Although they do sound unique, they lack power and arent exactly the " best sounding"
For that price id get the new model Reference SoundStream x 2


----------



## WLDock (Sep 27, 2005)

OldSchoolAudioandVideo said:


> LOL Um. I dont think the SoundStream compares to the Mosconi. I had these SoundStream amps.
> Although they do sound unique, they lack power and arent exactly the " best sounding" For that price id get the new model Reference SoundStream x 2


 Well, you know how it is....everyone has their own favorite. Some rate the Class A amps as some of the best sounding car audio amps of all time. I would think that guys are using these for tweeters and small midrange drivers only? Stilll...the few class A biased amps that are available today seem to be more powerful but are really expensive...the Masconi seems to be one of the cheaper ones?

While I never owned Soundstream myself, the 1st system I listened to running them was Tom Nousaine ride back in 90's. He had some of the larger original amps and his system sounded great. Then through the years I heard other systems but there was one I listened to at a comp that blew me away. The guy had about six amps and swore that the Soundstreams gave the car the slight edge that was missing with other amps he had used. This was also one of the early kick panel installs that I had heard.

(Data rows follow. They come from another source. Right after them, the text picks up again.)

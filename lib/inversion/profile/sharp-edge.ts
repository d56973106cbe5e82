import { foldEdge } from '../fold/fold-edge';
import type { TrialProfile } from './trial-profile';

/** Sharp edge: s(x) = 0 for x < W and 1 beyond. The share of a bin [l, r] is clamp((r − W)/(r − l), 0, 1), so S is continuous in W. */
export const sharpEdge: TrialProfile = {
  kind: 'sharp',
  shapeNames: ['edgeDepthNm'],
  widths: [],
  kinked: true,
  share: (depthNm, shape) => (depthNm < shape[0]! ? 0 : 1),
  fold(kernel, shape, capNm, scale, out) {
    const u = (shape[0]! + capNm) / scale;
    const start = capNm / scale;
    const { share, byEdge, byStart } = out.edge;
    foldEdge(kernel, u, 0, start, out.scratch, out.edge);
    const intoEdge = out.byShape[0]!;
    for (let i = 0; i < kernel.rowCount; i++) {
      out.share[i] = share[i]!;
      intoEdge[i] = byEdge[i]! / scale;
      out.byScale[i] = -(u * byEdge[i]! + start * byStart[i]!) / scale;
    }
  },
};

Nevertheless, I was hot after "The Continuum" and Exact subs for years. That stuff was more then I was spending on car audio back then so I never jumped. Then, years later I had moved on to other gear like PPI, Blaupunkt Velocity, etc and never thought too much about it....till now. I just picked up a new mono REF amps and will get a 2 channel as well....beautiful looking ...I hope they sound just as good.


----------



## OldSchoolAudioandVideo (Nov 14, 2011)

One o fmy all time fav amps is the SoundStream Rubicon 700. I had it on 2 kicker 10's in a ported box. Due to the Hawkin bass Control I could make them 10's sound like 15's. 
I couldnt do that with any other setup. I tried the amp with other speakers but didnt get the same results. 
Over the years a realized amps and speakers sometimes lock into each other like magic. I had some IDQ10's on a Sony M1 and it was total SQ but if I switched out the subs or the amp it just didnt sound the same. 

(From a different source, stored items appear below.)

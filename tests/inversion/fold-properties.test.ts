import fc from 'fast-check';
import { describe, expect, it } from 'vitest';
import {
  createStoppingProfile,
  createStoppingSet,
  foldScan,
  prepareFit,
  type FitInput,
} from '@/lib/inversion/index';
import { fractionInput, free, SHARED_SET } from './support/scans';

const runs = { numRuns: 60, seed: 20260114 };
const share = fc.double({ min: 0, max: 1, noNaN: true });
const depth = fc.double({ min: 0, max: 240, noNaN: true });
const width = fc.oneof(fc.constant(0), fc.double({ min: 0.001, max: 80, noNaN: true }));
const scale = fc.double({ min: 0.8, max: 1.2, noNaN: true });
const cap = fc.oneof(fc.constant(0), fc.double({ min: 0.5, max: 30, noNaN: true }));

const prepared = new Map<number, ReturnType<typeof prepareFit>>();
function preparedWith(capThicknessNm: number): ReturnType<typeof prepareFit> {
  const known =
    prepared.get(capThicknessNm) ??
    prepareFit(fractionInput({ capThicknessNm, parameters: { depthScale: free } }));
  prepared.set(capThicknessNm, known);
  return known;
}

describe('a fold', () => {
  // Source: ŷ = top·(1 − q − S) + bulk·S + cap·q by its definition.
  it('is linear in the levels', () => {
    fc.assert(
      fc.property(
        depth,
        width,
        scale,
        cap,
        share,
        share,
        share,
        (edgeDepthNm, edgeWidthNm, depthScale, capNm, top, bulk, levelCap) => {
          const at = (levelTop: number, levelBulk: number, capLevel: number): Float64Array =>
            foldScan(preparedWith(capNm), {
              edgeDepthNm,
              edgeWidthNm,
              depthScale,
              levelTop,
              levelBulk,
              levelCap: capLevel,
            });
          const [whole, a, b, c] = [at(top, bulk, levelCap), at(1, 0, 0), at(0, 1, 0), at(0, 0, 1)];
          for (let i = 0; i < whole.length; i++) {
            expect(whole[i]).toBeCloseTo(
              top * a[i]! + bulk * b[i]! + levelCap * (capNm > 0 ? c[i]! : 0),
              12,
            );
            // All levels 1: every stopped muon is counted once.
            expect(a[i]! + b[i]! + (capNm > 0 ? c[i]! : 0)).toBeCloseTo(1, 12);
          }
        },
      ),
      runs,
    );
  });

  it('moves one way when the edge moves', () => {
    fc.assert(
      fc.property(
        depth,
        fc.double({ min: 0.01, max: 40, noNaN: true }),
        width,
        cap,
        (edgeDepthNm, step, edgeWidthNm, capNm) => {
          const at = (edge: number): Float64Array =>
            foldScan(preparedWith(capNm), {
              edgeDepthNm: edge,
              edgeWidthNm,
              levelTop: 0,
              levelBulk: 1,
              levelCap: 0,
            });
          const [before, after] = [at(edgeDepthNm), at(edgeDepthNm + step)];
          for (let i = 0; i < before.length; i++)
            expect(after[i]!).toBeLessThanOrEqual(before[i]! + 1e-14);
        },
      ),
      runs,
    );
  });

  // Source: a uniform bin cut in two with its mass in proportion is the same density.
  it('does not change when a bin is split', () => {
    fc.assert(
      fc.property(
        fc.array(fc.double({ min: 0.01, max: 1, noNaN: true }), { minLength: 3, maxLength: 12 }),
        fc.nat(),
        fc.double({ min: 0.05, max: 0.95, noNaN: true }),
        fc.double({ min: 0, max: 60, noNaN: true }),
        width,
        (mass, which, where, edgeDepthNm, edgeWidthNm) => {
          const edges = [0, ...mass.map((_, b) => 7 * (b + 1) + b * 0.3)];
          const b = which % mass.length;
          const cut = edges[b]! + where * (edges[b + 1]! - edges[b]!);
          const splitEdges = [...edges.slice(0, b + 1), cut, ...edges.slice(b + 1)];
          const splitMass = [
            ...mass.slice(0, b),
            where * mass[b]!,
            (1 - where) * mass[b]!,
            ...mass.slice(b + 1),
          ];
          const values = { edgeDepthNm, edgeWidthNm, levelTop: 0, levelBulk: 1 };
          const whole = foldScan(preparedOn(edges, mass), values)[0]!;
          const split = foldScan(preparedOn(splitEdges, splitMass), values)[0]!;
          expect(split).toBeCloseTo(whole, 12);
        },
      ),
      runs,
    );
  });

  // Source: dimensional analysis; every length times c changes no share.
  it('does not change when all lengths are rescaled', () => {
    fc.assert(
      fc.property(
        fc.double({ min: 0.1, max: 10, noNaN: true }),
        fc.double({ min: 0, max: 100, noNaN: true }),
        width,
        (c, edgeDepthNm, edgeWidthNm) => {
          const profile = SHARED_SET.profiles[7]!;
          const values = { levelTop: 0.2, levelBulk: 0.9 };
          const once = foldScan(preparedOn([...profile.edgesNm], [...profile.mass]), {
            ...values,
            edgeDepthNm,
            edgeWidthNm,
          });
          const scaled = foldScan(
            preparedOn(
              [...profile.edgesNm].map((x) => c * x),
              [...profile.mass],
            ),
            { ...values, edgeDepthNm: c * edgeDepthNm, edgeWidthNm: c * edgeWidthNm },
          );
          expect(scaled[0]).toBeCloseTo(once[0]!, 11);
        },
      ),
      runs,
    );
  });

  // Source: x → a·x of the whole set is the same as a file whose depths are written a times as large.
  it('takes a depth scale as a file with stretched depths', () => {
    fc.assert(
      fc.property(
        scale,
        fc.double({ min: 0, max: 100, noNaN: true }),
        width,
        cap,
        (depthScale, edgeDepthNm, edgeWidthNm, capThicknessNm) => {
          const profile = SHARED_SET.profiles[5]!;
          const values = { edgeDepthNm, edgeWidthNm, levelTop: 0.2, levelBulk: 0.9, levelCap: 0.5 };
          const scaled = foldScan(
            preparedOn([...profile.edgesNm], [...profile.mass], capThicknessNm),
            { ...values, depthScale },
          );
          const stretched = foldScan(
            preparedOn(
              [...profile.edgesNm].map((x) => depthScale * x),
              [...profile.mass],
              capThicknessNm,
            ),
            { ...values, depthScale: 1 },
          );
          expect(scaled[0]).toBeCloseTo(stretched[0]!, 11);
        },
      ),
      runs,
    );
  });
});

function preparedOn(
  positionsNm: number[],
  weights: number[],
  capThicknessNm = 0,
): ReturnType<typeof prepareFit> {
  const input: FitInput = fractionInput({
    stopping: createStoppingSet([
      createStoppingProfile({
        energyKeV: 5,
        positionsNm,
        positionsAre: 'edges',
        weights,
        weightsAre: 'counts',
      }),
    ]),
    points: [{ energyKeV: 5, value: 0.5, sigma: 0.1, enabled: true }],
    capThicknessNm,
    parameters: {
      edgeDepthNm: { held: true, value: 0, prior: null },
      edgeWidthNm: { held: true, value: 0, prior: null },
      levelTop: { held: true, value: 0, prior: null },
      levelCap: { held: true, value: 0, prior: null },
    },
  });
  return prepareFit(input);
}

I do admit SoundStream is way up there is the SQ department. But I can remember other amps like the Alpine Class T 5 channel amp up there with them. Not nearly the power but still a great amp. 
Overall i think Class A is hype. But, hey if someone likes it great. 
Im more inclined to like the Class T sound. Too Bad Tripath went under.


----------



## Porsche (Jun 29, 2008)

wth, who are you to say what somethings worth and then bash the guy. he can ask whatever he wants, if someones willing to pay $1500 for it than so be it. i have seen many things on this site that are ridiculous in price IMO but everyone drools about it because they like the OP.


----------



## OldSchoolAudioandVideo (Nov 14, 2011)

Porsche said:


> wth, who are you to say what somethings worth and then bash the guy. he can ask whatever he wants, if someones willing to pay $1500 for it than so be it. i have seen many things on this site that are ridiculous in price IMO but everyone drools about it because they like the OP.

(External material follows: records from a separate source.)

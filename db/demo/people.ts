import type { DemoPerson } from './types';

const NAMES = [
  { key: 'owner', name: 'Edda Hollister' },
  { key: 'analyst', name: 'Ines Kaltofen' },
  { key: 'reviewer', name: 'Tomas Brandvik' },
  { key: 'modeller', name: 'Priya Ragnarsson' },
] as const;

/** Four invented people, one per role. */
export function demoPeople(): DemoPerson[] {
  return NAMES.map(({ key, name }) => ({
    key,
    name,
    email: `${name.toLowerCase().replace(' ', '.')}@northbank.example`,
    role: key,
    invented: true,
  }));
}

I am me. Thats who I am. yea I am bashing. The price is stupid.
He can ask for a billion dollars. IDK. Buts its stupid.
Yea I also see allot of stuff on here for stupid prices. Thanks for agreeing that people bump stupid prices up cause they like the seller. You can post a rock on here for 1000$ and you gonna get some folks sayin how awesome the rock is just cause they like the seller. You cant post anything negative like. Hey that rock is just a rock. its not a diamond. or you get kicked or banned. Kinda messed up seriously. Like if you went on a date with some chik and was abotu to pay for her dinner, then soem guy walks up and says, hey that chik is a dude. You wouldnt wanna know that? You wouldnt feel stupid for paying all that on a dude? LOL

Yea I am bashin.. so what. 
You just bashed me for bashing... Get over it


----------



## Porsche (Jun 29, 2008)

OldSchoolAudioandVideo said:


> I am me. Thats who I am. yea I am bashing. The price is stupid.
> He can ask for a billion dollars. IDK. Buts its stupid.
> Yea I also see allot of stuff on here for stupid prices. Thanks for agreeing that people bump stupid prices up cause they like the seller. You can post a rock on here for 1000$ and you gonna get some folks sayin how awesome the rock is just cause they like the seller. You cant post anything negative like. Hey that rock is just a rock. its not a diamond. or you get kicked or banned. Kinda messed up seriously. Like if you went on a date with some chik and was abotu to pay for her dinner, then soem guy walks up and says, hey that chik is a dude. You wouldnt wanna know that? You wouldnt feel stupid for paying all that on a dude? LOL
> 
> ...


OK, when you get out of pre-school and can carry on a conversation let me know. Reading your jibberish gave me a headache:mean:


----------



## DAT (Oct 8, 2006)

WOW, Nothing wrong with the price if someone is willing to pay it...

I don't understand the OS soundstream amps, they were nothing special IMHO. I used several and liked them but thats it.


----------



## WLDock (Sep 27, 2005)

OldSchoolAudioandVideo said:


> I do admit SoundStream is way up there is the SQ department. But I can remember other amps like the Alpine Class T 5 channel amp up there with them. Not nearly the power but still a great amp. Overall i think Class A is hype. But, hey if someone likes it great.
> Im more inclined to like the Class T sound. Too Bad Tripath went under.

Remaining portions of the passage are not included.